# Help site for this weekend



## 108872 (Dec 26, 2007)

Does anyone know of a site open this weekend with swimming pool or entertainment? Have tried usual places but all shut till march?


----------



## bognormike (May 10, 2005)

where?


----------



## 108872 (Dec 26, 2007)

*site*

More or less anywhere in uk


----------



## wakk44 (Jun 15, 2006)

Hi,

you could try HERE,they have a swimming pool on site,and quite a few pubs within staggering distance.Also some hard standing.

Entertainment is limited at this time of year,the Embassy theatre in Skegness is a couple of miles away,but the site is close to a bus route.

Steve


----------



## 108872 (Dec 26, 2007)

*site*

Thankyou wakk44.Have tried ringing but no answer,will try in morning.


----------



## Zebedee (Oct 3, 2007)

Sandy Balls?

Never been and it's not cheap, but I believe it has everything!!


----------



## LadyJ (May 9, 2005)

Skegness Sands pool does not open till Spring Bank Holiday.

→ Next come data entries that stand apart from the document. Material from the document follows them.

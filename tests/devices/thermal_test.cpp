// Thermal networks: heat nodes, heat paths and heat sources against closed forms, their heat
// balance in warm-ups, stacks on a shared heat node, and the parser's errors.
#include <algorithm>
#include <catch2/catch.hpp>
#include <cmath>
#include <cstdio>
#include <nlohmann/json.hpp>
#include <string>
#include <vector>

#include "disc/disc.hpp"

using namespace disc;
using Catch::Matchers::Contains;

namespace {

const PlateType& builtin(const char* name) {
  return PlateLibrary::builtIn().at(name);
}

/// Two lumps in a ladder: heat P into node A (capacity c1), A joined to B (capacity c2) by r12,
/// B to the ambient by r2. With both at the ambient at t = 0 the rises are
///   theta(t) = theta_ss + k1 v1 exp(l1 t) + k2 v2 exp(l2 t),
/// the lumped capacitance method (Incropera and DeWitt, Fundamentals of Heat and Mass Transfer,
/// section 5.1) applied to two lumps joined in a thermal circuit (section 3.1): a linear
/// two-state system whose solution is a sum of two exponentials, l1 and l2 the eigenvalues of
/// its matrix, theta_ss = (P (r12 + r2), P r2).
struct Ladder {
  double p = 5.0, c1 = 40.0, c2 = 300.0, r12 = 2.0, r2 = 3.0;
  /// Rises of A and B at time t.
  std::pair<double, double> at(double t) const {
    const double g = 1.0 / r12, g2 = 1.0 / r2;
    // d/dt (a, b) = M (a, b) + (P / c1, 0), M = [[-g/c1, g/c1], [g/c2, -(g + g2)/c2]].
    const double m11 = -g / c1, m12 = g / c1, m21 = g / c2, m22 = -(g + g2) / c2;
    const double tr = m11 + m22, det = m11 * m22 - m12 * m21;
    const double disc = std::sqrt(tr * tr / 4.0 - det);
    const double l1 = tr / 2.0 + disc, l2 = tr / 2.0 - disc;
    // Eigenvectors (m12, l - m11); coefficients from theta(0) = 0.
    const double ssA = p * (r12 + r2), ssB = p * r2;
    const double v1a = m12, v1b = l1 - m11, v2a = m12, v2b = l2 - m11;
    // k1 v1 + k2 v2 = -ss
    const double d = v1a * v2b - v2a * v1b;
    const double k1 = (-ssA * v2b + ssB * v2a) / d, k2 = (-ssB * v1a + ssA * v1b) / d;
    return {ssA + k1 * v1a * std::exp(l1 * t) + k2 * v2a * std::exp(l2 * t),
            ssB + k1 * v1b * std::exp(l1 * t) + k2 * v2b * std::exp(l2 * t)};
  }
  /// Adds the network to c, with a mains-fed resistor beside it so the circuit has a period.
  void addTo(Circuit& c) const {
    c.emplace<HeatNode>("A", HeatNodeParams{c1, 0.0});
    c.emplace<HeatNode>("B", HeatNodeParams{c2, r2});
    c.emplace<HeatPath>("RAB", "A", "B", r12);
    c.emplace<HeatSource>("PT", "A", p);
    c.emplace<VoltageSource>("V1", c.node("a"), kGround, Waveform::sineRms(10.0, 50.0));
    c.emplace<Resistor>("R1", c.node("a"), kGround, 100.0);
  }
};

There is a site somewhere near Oxford I think but i'm affraid I can't for the life of me think what its called. Will have a hunt around for you.

Jacquie


----------



## Spacerunner (Mar 18, 2006)

Southsea Leisure Park. They got a good clubhouse and you can swim in the sea, which is right next door. And all of Pompey for entertainment.


----------



## 108872 (Dec 26, 2007)

*sites*

thank you all.Will keep trying.personelly im happy just in a field.but need something to keep daughter & friend happy.Past couple of years have gone to spain this time of year but work commitments mean long weekend only


----------



## chapter (May 1, 2005)

have a look here you can use all 4 sites all have pools there is also 10 pin bowling ect 
chapter


----------



## Briarose (Oct 9, 2007)

Hi Bainland at Woodhall Spa is open all year (Lincs) the swimming pool and jaccuzi are open and there is also tennis and boules and I think crazy golf too.

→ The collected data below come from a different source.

// Supply report figures and verdicts.
#include "disc/supply_report.hpp"

#include <fmt/format.h>
#include <algorithm>
#include <cmath>
#include <map>
#include <numbers>

#include "disc/devices/capacitor.hpp"
#include "disc/devices/electrolytic.hpp"
#include "disc/devices/sources.hpp"
#include "disc/devices/stack.hpp"
#include "disc/devices/thermal.hpp"
#include "disc/devices/thermistor.hpp"
#include "disc/devices/transformer.hpp"
#include "disc/measures.hpp"

namespace disc {
namespace {

constexpr int kMaxPlateTraces = 12;  // plates per stack whose I-V trajectories are recorded

std::string vname(const Circuit& c, NodeId id) {
  return c.nodeName(id);
}

double mainsFrequency(const Circuit& c) {
  return mainsSource(c).frequency;
}

int rank(const std::string& level) {
  return level == "fails" ? 3 : level == "exceeds" ? 2 : level == "marginal" ? 1 : 0;
}

}  // namespace

Verdict judgeFigure(std::string figure, double value, double limit, std::string unit,
                    std::string rule) {
  Verdict v{std::move(figure), value, limit, std::move(unit), "ok", std::move(rule)};
  const double ratio = limit > 0.0 ? value / limit : 0.0;
  v.level = ratio > 1.0 ? "exceeds" : ratio > 0.9 ? "marginal" : "ok";
  return v;
}

std::vector<std::string> reportSignals(const Netlist& nl) {
  std::vector<std::string> s;
  const Circuit& c = nl.circuit;
  if (nl.output.given) {
    s.push_back(fmt::format("v:{},{}", nl.output.positive, nl.output.negative));
    s.push_back("i:" + nl.output.load);
    s.push_back("p:" + nl.output.load);
  }
  for (const auto& d : c.devices()) {
    const auto& t = d->terminals();
    if (dynamic_cast<const VoltageSource*>(d.get())) {
      s.push_back("p:" + d->name());
      s.push_back("i:" + d->name());
      s.push_back(fmt::format("v:{},{}", vname(c, t[0]), vname(c, t[1])));
    } else if (dynamic_cast<const Capacitor*>(d.get())) {
      s.push_back(fmt::format("v:{},{}", vname(c, t[0]), vname(c, t[1])));
    } else if (dynamic_cast<const Transformer*>(d.get())) {
      s.push_back("i2:" + d->name());
      s.push_back(fmt::format("v:{},{}", vname(c, t[2]), vname(c, t[3])));
    } else if (dynamic_cast<const Electrolytic*>(d.get())) {
      s.push_back("i:" + d->name());
      s.push_back(fmt::format("v:{},{}", vname(c, t[0]), vname(c, t[1])));
    } else if (dynamic_cast<const Thermistor*>(d.get())) {
      s.push_back("i:" + d->name());
      s.push_back("temp:" + d->name());
    } else if (dynamic_cast<const HeatNode*>(d.get())) {
      s.push_back("temp:" + d->name());
    } else if (auto* st = dynamic_cast<const Stack*>(d.get())) {
      for (const char* q : {"i", "p", "vrev", "temp", "form", "pfwd", "prev"})
        s.push_back(fmt::format("{}:{}", q, d->name()));
      for (int m = 1; m <= st->options().arms; ++m)
        s.push_back(fmt::format("iarm:{}#{}", d->name(), m));
      const int traced = std::min(st->plateCount(), kMaxPlateTraces);
      for (int n = 1; n <= traced; ++n) {
        s.push_back(fmt::format("vrev:{}#{}", d->name(), n));
        s.push_back(fmt::format("temp:{}#{}", d->name(), n));
      }
    }
  }
  // Every device's electrical power, for the energy balance (a heat source's watts are heat).
  for (const auto& d : c.devices()) {
    if (dynamic_cast<const HeatSource*>(d.get())) continue;
    const auto probes = d->probes();
    const std::string p = "p:" + d->name();
    if (std::find(probes.begin(), probes.end(), "p") != probes.end() &&
        std::find(s.begin(), s.end(), p) == s.end())
      s.push_back(p);
  }
  return s;
}

MainsSource mainsSource(const Circuit& c) {
  MainsSource m;
  for (const auto& d : c.devices()) {
    const Waveform* w = nullptr;
    if (auto* v = dynamic_cast<const VoltageSource*>(d.get())) w = &v->waveform();
    if (auto* i = dynamic_cast<const CurrentSource*>(d.get())) w = &i->waveform();
    if (w && w->frequency() > 0.0 && (m.frequency == 0.0 || w->frequency() < m.frequency))
      m = {d->name(), w->frequency()};
  }
  return m;
}

std::string reportLengthShortfall(const Netlist& nl, double stop, double recordFrom) {
  if (!nl.output.given) return "";
  const MainsSource mains = mainsSource(nl.circuit);
  // The report sees only the recorded rows, which begin at record-from.
  const double from = std::max(0.0, recordFrom);
  const double cycles = (stop - from) * mains.frequency;
  if (mains.frequency == 0.0 || cycles >= SupplyReport::kSettleCycles * (1.0 - 1e-9)) return "";
  const std::string span =
      from > 0.0 ? fmt::format("stop={:g} s with record-from={:g} s records", stop, from)
                 : fmt::format("stop={:g} s covers", stop);
  return fmt::format(
      "{} {:.3g} cycles of '{}' ({:g} Hz), and the supply report needs at least {}: it "
      "measures whole cycles at the end of the run and tells whether the output has settled by "
      "comparing their means; give stop={:g} s or more (a supply started cold usually needs "
      "longer)",
      span, cycles, mains.name, mains.frequency, SupplyReport::kSettleCycles,
      from + SupplyReport::kSettleCycles / mains.frequency);
}

double reportSpan(const Netlist& nl, const TransientOptions& o) {
  // The settling check looks back over at most five mains cycles; without mains the figures
  // use the last tenth of the recorded run. A quarter of a cycle (a hundredth of the run) more
  // is margin.
  const double f = mainsFrequency(nl.circuit);
  return f > 0.0 ? 5.25 / f : 0.11 * (o.stop - o.recordFrom);
}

The bar is open (no entertainment though) and cooks food every night and also carvery Sunday lunch time.

You are roughly 30-40 minutes from the coast Skegness and the other way Lincoln, approx 6 miles away is the market town of Horncastle.

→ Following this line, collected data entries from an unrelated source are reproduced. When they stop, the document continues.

CampaignSummary summariseCampaign(const Netlist& nl, const CampaignSpec& spec,
                                  const CampaignTable& t) {
  CampaignSummary out;
  out.title = nl.title;
  out.file = nl.path;
  out.variants = t.rows();
  out.builds = spec.builds;
  const auto& status = t["status"].words;
  out.failed = static_cast<std::size_t>(
      std::count_if(status.begin(), status.end(), [](const std::string& s) { return s != "ok"; }));
  const std::size_t ran = out.variants - out.failed;
  if (t.has("basis"))
    for (const auto& b : t["basis"].words) {
      if (b == "periodic") ++out.periodicBasis;
      if (b.rfind("transient", 0) == 0) ++out.transientBasis;
    }
  for (const auto& a : spec.axes)
    out.varied.push_back(
        fmt::format("{}.{} over {} values", a.element, a.parameter, a.values.size()));
  for (const auto& tol : spec.tolerances)
    out.varied.push_back(fmt::format(
        "{}.{} within {:+.4g} % / {:+.4g} % ({})", tol.element, tol.parameter, 100 * tol.lower,
        100 * tol.upper, tol.law == CampaignTolerance::Law::Uniform ? "uniform" : "normal"));
  std::vector<const Stack*> stacks;
  for (const auto& d : nl.circuit.devices())
    if (auto* s = dynamic_cast<const Stack*>(d.get())) stacks.push_back(s);
  if (spec.redrawPlates)
    for (const Stack* s : stacks)
      if (t.has(s->name() + ".seed"))
        out.varied.push_back(
            fmt::format("{}: new plates each build (the type's spread)", s->name()));

  for (const auto& c : t.columns)
    if (!c.text && !isBookkeeping(c.name)) out.figures.push_back(summarise(c));
  for (const auto& c : t.columns) {
    if (!c.text || c.name == "status" || c.name == "worst") continue;
    const auto dot = c.name.find('.');
    RatingSummary r{c.name.substr(0, dot), c.name.substr(dot + 1), fractionOf(c, "exceeds", ran),
                    fractionOf(c, "marginal", ran)};
    out.ratings.push_back(std::move(r));
  }

  for (const Stack* s : stacks) {
    const int arms = s->options().arms;
    if (arms < 2 || !t.has(s->name() + ".imbalance")) continue;
    CampaignSummary::Sharing sh;
    sh.stack = s->name();
    sh.arms = arms;
    sh.temperatureLimit = s->type().ratings.maxPlateTemperature;
    std::vector<double> hottestAll(t.rows(), -1.0);
    for (int m = 1; m <= arms; ++m) {
      ArmSummary a;
      a.stack = s->name();
      a.arm = m;
      a.share = summarise(t[fmt::format("{}.arm{}.share", s->name(), m)]);
      const auto& hot = t[fmt::format("{}.arm{}.hottest", s->name(), m)];
      a.hottest = summarise(hot);
      a.fractionOverLimit =
          fractionOf(t[fmt::format("{}.arm{}.verdict", s->name(), m)], "exceeds", ran);
      for (std::size_t r = 0; r < t.rows(); ++r)
        if (std::isfinite(hot.values[r])) hottestAll[r] = std::max(hottestAll[r], hot.values[r]);
      if (a.share.p95 > sh.share95) {
        sh.share95 = a.share.p95;
        sh.heaviestArm = m;
      }
      out.arms.push_back(std::move(a));
    }
    sh.imbalance95 = summarise(t[s->name() + ".imbalance"]).p95;
    hottestAll.erase(std::remove(hottestAll.begin(), hottestAll.end(), -1.0), hottestAll.end());
    std::sort(hottestAll.begin(), hottestAll.end());
    sh.hottest95 = quantile(hottestAll, 0.95);
    // The stack's rated average current with equal sharing: its average forward current over
    // the ratio of the arm-average density to the (ambient-derated) rated density.
    const auto& cur = t[s->name() + ".current_average"].values;
    const auto& ratio = t[s->name() + ".average_forward_current_density.ratio"].values;
    std::vector<double> rated;
    for (std::size_t r = 0; r < t.rows(); ++r)
      if (std::isfinite(cur[r]) && std::isfinite(ratio[r]) && ratio[r] > 0)
        rated.push_back(cur[r] / ratio[r]);
    std::sort(rated.begin(), rated.end());
    sh.ratedCurrent = quantile(rated, 0.5);
    // The heaviest arm carries share95 of the stack in 5 % of builds; it stays within one arm's
    // rating (ratedCurrent / arms) when the stack carries at most this much.
    sh.deratedCurrent = sh.share95 > 0 ? sh.ratedCurrent / arms / sh.share95 : 0.0;
    out.sharing.push_back(sh);
  }

  // The restorer's reading first.
  // Over a grid the figures mix grid points: the reading says so.
  const std::string builds =
      spec.axes.empty()
          ? fmt::format("{} build{}", out.variants, out.variants == 1 ? "" : "s")
          : fmt::format("{} variants ({} grid points x {} builds)", out.variants,
                        out.variants / static_cast<std::size_t>(spec.builds), spec.builds);
  const bool spread = std::any_of(out.varied.begin(), out.varied.end(), [](const std::string& v) {
    return v.find("new plates") != std::string::npos;
  });
  for (const auto& sh : out.sharing) {
    out.reading.push_back(fmt::format(
        "In {}{}, column {} of {} carries {} or more of the stack's current in 5 % of them "
        "(equal sharing: {}); the hottest plate reaches {:.1f} degC or more in 5 % (limit "
        "{:.0f} degC).",
        builds, spread ? " with typical plate spread" : "", armLetter(sh.heaviestArm), sh.stack,
        percent(sh.share95), percent(1.0 / sh.arms), sh.hottest95 - 273.15,
        sh.temperatureLimit - 273.15));
    if (sh.ratedCurrent > 0)
      out.reading.push_back(fmt::format(
          "Derate {} to about {:.3g} A average forward current ({} of its {:.3g} A "
          "equal-sharing rating) to keep its heaviest column within its share of the rating in "
          "95 % of builds (first order, at the simulated load: confirm with a campaign at the "
          "derated load).",
          sh.stack, sh.deratedCurrent, percent(sh.deratedCurrent / sh.ratedCurrent),
          sh.ratedCurrent));
  }
  bool any = false;
  for (const auto& r : out.ratings)
    if (r.fractionExceeds > 0) {
      any = true;
      // An arm's verdict column ("arm2.verdict") reads as its column letter.
      const bool arm = r.figure.rfind("arm", 0) == 0 && r.figure.size() > 11 &&
                       r.figure.compare(r.figure.size() - 8, 8, ".verdict") == 0;
      out.reading.push_back(
          arm ? fmt::format("{} column {} exceeds its rating (hottest plate or current density) "
                            "in {} of builds.",
                            r.stack, armLetter(std::stoi(r.figure.substr(3))),
                            percent(r.fractionExceeds))
              : fmt::format("{}: {} exceeds its rating in {} of builds.", r.stack, r.figure,
                            percent(r.fractionExceeds)));
    }
  if (!any && ran > 0 && !out.ratings.empty())
    out.reading.push_back(fmt::format("No rating is exceeded in any of the {} that ran.", builds));
  if (out.failed > 0)
    out.reading.push_back(fmt::format("{} of {} could not be simulated (see the status column).",
                                      out.failed, builds));
  return out;
}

Its a lovely site with hardstanding...........and the little town/village of Woodhall charming if you decide on it I can also recommend a good restuarant and chinese.

Pentney Park is also open (Norfolk way) with pool but the bar is closed at the mo.

Link for Bainland
http://www.bainland.co.uk/

PS can confirm pool not open at Skegness Sands, but other option would be Southview Leisure with pool and bar.

Link for Southview http://www.southview-leisure.com/ although website says closed it is open.............Snelly was going to have a rally there last weekend and confirmed when he phoned them.


----------



## 108872 (Dec 26, 2007)

*site*

Thankyou all once again,just booked woolacombe bay,things for the young kids & for the big kids (me).Looks very nice with some good walks & golf.Just under 16 pounds a night for 4 people so not bad value,will let you know how it goes.Anyone going that way?


----------



## 93716 (May 1, 2005)

Briarose said:


> Hi Bainland at Woodhall Spa is open all year (Lincs) the swimming pool and jaccuzi are open and there is also tennis and boules and I think crazy golf too.
> 
> The bar is open (no entertainment though) and cooks food every night and also carvery Sunday lunch time.
> 
> ...


Thanks just booked this for a couple of nights midweek in Febuary, not cheap though £52 for 2 adults 1 child & dog you pay for what you get i suppose as it does look nice


----------



## 88781 (May 9, 2005)

*Re: sites*



pricey007 said:


> thank you all.Will keep trying.personelly im happy just in a field.but need something to keep daughter & friend happy.Past couple of years have gone to spain this time of year but work commitments mean long weekend only


We're going to be at Skegness Sands CC from Sat for the half term, we have two girls in tow, bring yours along too!


----------



## chapter (May 1, 2005)

make sure you buy your bus pass the bus will take you to woolacoombe and to there other sites also there is a good overnight stop i use most friday nights 
see here
chapter


----------



## 108872 (Dec 26, 2007)

*site*

Thanks chapter,will try stopover.


----------



## Briarose (Oct 9, 2007)

*Re: sites*



MandyandDave said:


> pricey007 said:
> 
> 
> > thank you all.Will keep trying.personelly im happy just in a field.but need something to keep daughter & friend happy.Past couple of years have gone to spain this time of year but work commitments mean long weekend only
> ...


Hi I don't know if I will get to meet you as we are in the final stages of trying to get away ourselves and our Son has offered to get the shop ready for the season and open it weekends whilst we are away...........have a great time and hope the weather improves for you it was bitter up that seafront on Sunday.

Not sure what you are thinking of doing but if you have any queries just shout out............we had a great meal today at Poppys which is on the main Burgh to Skegness road, on the right just before you get to the built up area of Skeggy a three course turkey dinner was £6.99.

Pizza Hut also have all you can eat buffet on at lunch for £5.99


----------



## chapter (May 1, 2005)

no probs if you need know anything just ask i'm down there most w/ends from march to oct surfing done so for the last 20+ years 
chapter


----------